* **Work order**: Filter the entries below down to the lines that hold "answers".

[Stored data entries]

---*---

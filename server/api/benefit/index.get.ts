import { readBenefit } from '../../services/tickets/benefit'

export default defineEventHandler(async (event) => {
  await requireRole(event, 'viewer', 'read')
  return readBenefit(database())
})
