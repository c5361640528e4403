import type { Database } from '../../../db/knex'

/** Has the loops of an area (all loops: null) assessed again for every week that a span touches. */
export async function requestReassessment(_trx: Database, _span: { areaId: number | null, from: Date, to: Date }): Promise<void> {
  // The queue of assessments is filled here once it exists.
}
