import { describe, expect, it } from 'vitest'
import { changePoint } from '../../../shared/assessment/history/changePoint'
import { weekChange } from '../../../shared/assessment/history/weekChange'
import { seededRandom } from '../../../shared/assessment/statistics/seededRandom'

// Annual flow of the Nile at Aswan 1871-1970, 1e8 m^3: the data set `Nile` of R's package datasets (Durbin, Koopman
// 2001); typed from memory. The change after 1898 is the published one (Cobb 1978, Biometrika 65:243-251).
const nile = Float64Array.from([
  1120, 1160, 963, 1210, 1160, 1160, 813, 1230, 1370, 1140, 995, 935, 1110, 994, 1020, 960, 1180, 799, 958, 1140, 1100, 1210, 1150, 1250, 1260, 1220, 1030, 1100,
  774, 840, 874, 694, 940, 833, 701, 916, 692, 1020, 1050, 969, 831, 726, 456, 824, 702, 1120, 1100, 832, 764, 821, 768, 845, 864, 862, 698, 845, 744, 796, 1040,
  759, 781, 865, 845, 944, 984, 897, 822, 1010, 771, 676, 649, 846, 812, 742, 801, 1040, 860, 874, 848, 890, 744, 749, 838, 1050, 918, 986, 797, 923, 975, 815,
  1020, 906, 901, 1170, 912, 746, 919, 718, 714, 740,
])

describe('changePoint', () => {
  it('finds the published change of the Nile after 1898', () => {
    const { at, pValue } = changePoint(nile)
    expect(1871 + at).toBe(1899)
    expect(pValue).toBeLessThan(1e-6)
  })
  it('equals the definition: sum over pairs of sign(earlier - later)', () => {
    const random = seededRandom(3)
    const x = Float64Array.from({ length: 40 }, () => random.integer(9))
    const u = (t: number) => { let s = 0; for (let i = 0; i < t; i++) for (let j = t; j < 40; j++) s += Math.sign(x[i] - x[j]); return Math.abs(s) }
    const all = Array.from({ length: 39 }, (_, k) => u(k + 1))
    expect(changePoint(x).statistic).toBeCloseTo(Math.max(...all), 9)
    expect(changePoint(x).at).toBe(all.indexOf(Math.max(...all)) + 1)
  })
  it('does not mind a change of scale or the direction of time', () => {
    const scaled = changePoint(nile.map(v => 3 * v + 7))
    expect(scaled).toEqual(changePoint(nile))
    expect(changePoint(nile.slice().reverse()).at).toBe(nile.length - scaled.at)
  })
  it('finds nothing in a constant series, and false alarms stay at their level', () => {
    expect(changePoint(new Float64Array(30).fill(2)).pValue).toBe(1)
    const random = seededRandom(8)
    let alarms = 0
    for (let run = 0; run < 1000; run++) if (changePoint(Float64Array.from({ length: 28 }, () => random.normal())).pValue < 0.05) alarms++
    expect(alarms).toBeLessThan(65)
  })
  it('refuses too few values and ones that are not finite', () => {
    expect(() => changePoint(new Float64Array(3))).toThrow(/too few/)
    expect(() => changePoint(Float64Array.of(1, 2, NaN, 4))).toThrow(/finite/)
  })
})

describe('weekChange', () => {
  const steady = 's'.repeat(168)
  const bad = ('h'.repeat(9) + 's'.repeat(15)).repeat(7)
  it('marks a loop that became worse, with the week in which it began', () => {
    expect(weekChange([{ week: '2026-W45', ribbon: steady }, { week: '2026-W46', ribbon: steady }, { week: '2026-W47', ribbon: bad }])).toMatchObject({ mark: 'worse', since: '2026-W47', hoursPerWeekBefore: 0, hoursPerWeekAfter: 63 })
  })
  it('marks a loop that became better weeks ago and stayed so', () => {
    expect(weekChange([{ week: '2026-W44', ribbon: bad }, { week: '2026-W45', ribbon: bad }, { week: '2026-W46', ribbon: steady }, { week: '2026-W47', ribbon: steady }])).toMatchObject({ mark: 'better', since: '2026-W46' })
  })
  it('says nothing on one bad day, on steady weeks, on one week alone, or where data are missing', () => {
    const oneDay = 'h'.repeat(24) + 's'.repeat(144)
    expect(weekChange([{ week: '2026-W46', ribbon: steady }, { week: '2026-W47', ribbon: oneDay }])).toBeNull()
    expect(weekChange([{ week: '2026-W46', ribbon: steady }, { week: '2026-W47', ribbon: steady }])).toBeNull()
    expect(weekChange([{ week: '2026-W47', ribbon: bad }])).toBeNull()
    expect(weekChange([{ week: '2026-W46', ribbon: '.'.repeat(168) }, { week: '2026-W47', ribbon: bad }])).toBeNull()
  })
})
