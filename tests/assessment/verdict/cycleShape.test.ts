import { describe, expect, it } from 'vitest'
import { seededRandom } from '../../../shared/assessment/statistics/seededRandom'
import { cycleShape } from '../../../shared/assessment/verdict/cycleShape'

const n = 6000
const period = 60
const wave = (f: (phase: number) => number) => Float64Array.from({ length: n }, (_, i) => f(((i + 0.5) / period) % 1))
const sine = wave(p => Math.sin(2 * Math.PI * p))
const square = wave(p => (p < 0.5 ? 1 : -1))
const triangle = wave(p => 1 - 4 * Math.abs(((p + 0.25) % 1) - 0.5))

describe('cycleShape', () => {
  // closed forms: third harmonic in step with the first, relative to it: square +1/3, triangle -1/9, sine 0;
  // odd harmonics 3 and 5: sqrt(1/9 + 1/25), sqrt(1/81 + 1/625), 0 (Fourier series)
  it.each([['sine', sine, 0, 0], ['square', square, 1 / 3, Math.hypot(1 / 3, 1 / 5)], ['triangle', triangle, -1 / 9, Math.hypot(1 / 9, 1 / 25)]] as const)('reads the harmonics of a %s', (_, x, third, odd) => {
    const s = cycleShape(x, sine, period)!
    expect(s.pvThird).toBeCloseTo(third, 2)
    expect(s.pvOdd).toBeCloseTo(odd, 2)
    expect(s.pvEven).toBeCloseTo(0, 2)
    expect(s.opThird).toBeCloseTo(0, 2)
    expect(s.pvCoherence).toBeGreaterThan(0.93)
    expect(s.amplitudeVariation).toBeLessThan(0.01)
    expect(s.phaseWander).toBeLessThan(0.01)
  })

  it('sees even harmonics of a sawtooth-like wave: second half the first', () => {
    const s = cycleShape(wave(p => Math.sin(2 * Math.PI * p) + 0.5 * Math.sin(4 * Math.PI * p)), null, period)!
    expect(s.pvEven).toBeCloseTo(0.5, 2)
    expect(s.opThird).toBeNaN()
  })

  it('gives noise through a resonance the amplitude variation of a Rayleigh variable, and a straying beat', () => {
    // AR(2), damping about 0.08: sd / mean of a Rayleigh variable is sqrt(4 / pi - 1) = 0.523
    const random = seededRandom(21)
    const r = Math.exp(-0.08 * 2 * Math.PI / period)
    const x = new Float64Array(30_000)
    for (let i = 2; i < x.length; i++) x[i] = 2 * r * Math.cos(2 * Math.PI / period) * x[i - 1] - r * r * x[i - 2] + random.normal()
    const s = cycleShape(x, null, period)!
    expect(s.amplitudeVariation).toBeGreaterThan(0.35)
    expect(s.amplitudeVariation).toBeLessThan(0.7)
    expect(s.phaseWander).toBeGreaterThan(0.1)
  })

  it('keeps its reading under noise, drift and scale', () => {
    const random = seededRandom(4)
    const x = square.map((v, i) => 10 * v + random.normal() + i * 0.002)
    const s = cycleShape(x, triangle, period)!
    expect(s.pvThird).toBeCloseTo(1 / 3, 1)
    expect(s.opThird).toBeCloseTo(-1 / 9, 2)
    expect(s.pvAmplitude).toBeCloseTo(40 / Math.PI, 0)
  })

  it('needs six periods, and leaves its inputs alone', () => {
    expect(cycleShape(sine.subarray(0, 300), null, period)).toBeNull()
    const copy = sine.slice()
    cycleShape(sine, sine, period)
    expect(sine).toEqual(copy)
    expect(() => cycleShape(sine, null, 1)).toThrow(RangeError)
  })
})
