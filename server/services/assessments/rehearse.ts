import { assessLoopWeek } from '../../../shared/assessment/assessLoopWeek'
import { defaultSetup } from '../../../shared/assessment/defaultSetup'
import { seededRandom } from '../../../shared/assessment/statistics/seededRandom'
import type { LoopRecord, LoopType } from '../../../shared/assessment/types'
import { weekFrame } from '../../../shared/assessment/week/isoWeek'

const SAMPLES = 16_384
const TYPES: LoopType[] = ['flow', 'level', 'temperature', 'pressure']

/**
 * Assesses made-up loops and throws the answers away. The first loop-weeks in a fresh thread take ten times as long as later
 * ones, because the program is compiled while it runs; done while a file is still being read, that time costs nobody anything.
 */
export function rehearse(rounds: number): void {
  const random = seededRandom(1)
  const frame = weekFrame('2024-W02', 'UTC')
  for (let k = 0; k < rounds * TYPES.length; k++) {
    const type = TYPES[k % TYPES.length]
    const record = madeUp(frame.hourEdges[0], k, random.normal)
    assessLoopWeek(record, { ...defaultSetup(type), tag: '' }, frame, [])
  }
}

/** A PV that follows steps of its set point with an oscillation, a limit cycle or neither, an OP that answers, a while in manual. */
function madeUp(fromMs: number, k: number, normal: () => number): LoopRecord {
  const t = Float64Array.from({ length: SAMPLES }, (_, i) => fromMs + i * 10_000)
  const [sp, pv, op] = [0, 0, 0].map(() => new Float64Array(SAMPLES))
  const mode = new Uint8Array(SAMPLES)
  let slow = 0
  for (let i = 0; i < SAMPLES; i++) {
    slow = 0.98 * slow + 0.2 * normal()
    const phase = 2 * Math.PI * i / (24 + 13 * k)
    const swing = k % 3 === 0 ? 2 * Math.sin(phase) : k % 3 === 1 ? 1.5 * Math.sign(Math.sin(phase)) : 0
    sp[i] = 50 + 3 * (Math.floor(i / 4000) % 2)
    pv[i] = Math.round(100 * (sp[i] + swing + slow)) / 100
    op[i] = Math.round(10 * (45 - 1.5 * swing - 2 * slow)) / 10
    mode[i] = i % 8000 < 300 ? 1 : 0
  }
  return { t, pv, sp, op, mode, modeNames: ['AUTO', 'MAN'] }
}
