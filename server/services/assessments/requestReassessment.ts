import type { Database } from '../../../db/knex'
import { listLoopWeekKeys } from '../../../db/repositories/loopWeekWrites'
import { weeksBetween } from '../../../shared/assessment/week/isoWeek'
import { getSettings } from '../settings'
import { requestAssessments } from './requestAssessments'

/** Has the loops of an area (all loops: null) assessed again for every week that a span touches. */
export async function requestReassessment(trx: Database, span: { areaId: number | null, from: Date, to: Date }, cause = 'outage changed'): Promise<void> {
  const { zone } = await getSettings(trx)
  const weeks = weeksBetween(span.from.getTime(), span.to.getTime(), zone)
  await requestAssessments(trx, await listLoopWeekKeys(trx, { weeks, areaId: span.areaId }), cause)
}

---*---

* **Output**:
 * Assesses made-up loops and throws the answers away. The first loop-weeks in a fresh thread take ten times as long as later
/** A PV that follows steps of its set point with an oscillation, a limit cycle or neither, an OP that answers, a while in manual. */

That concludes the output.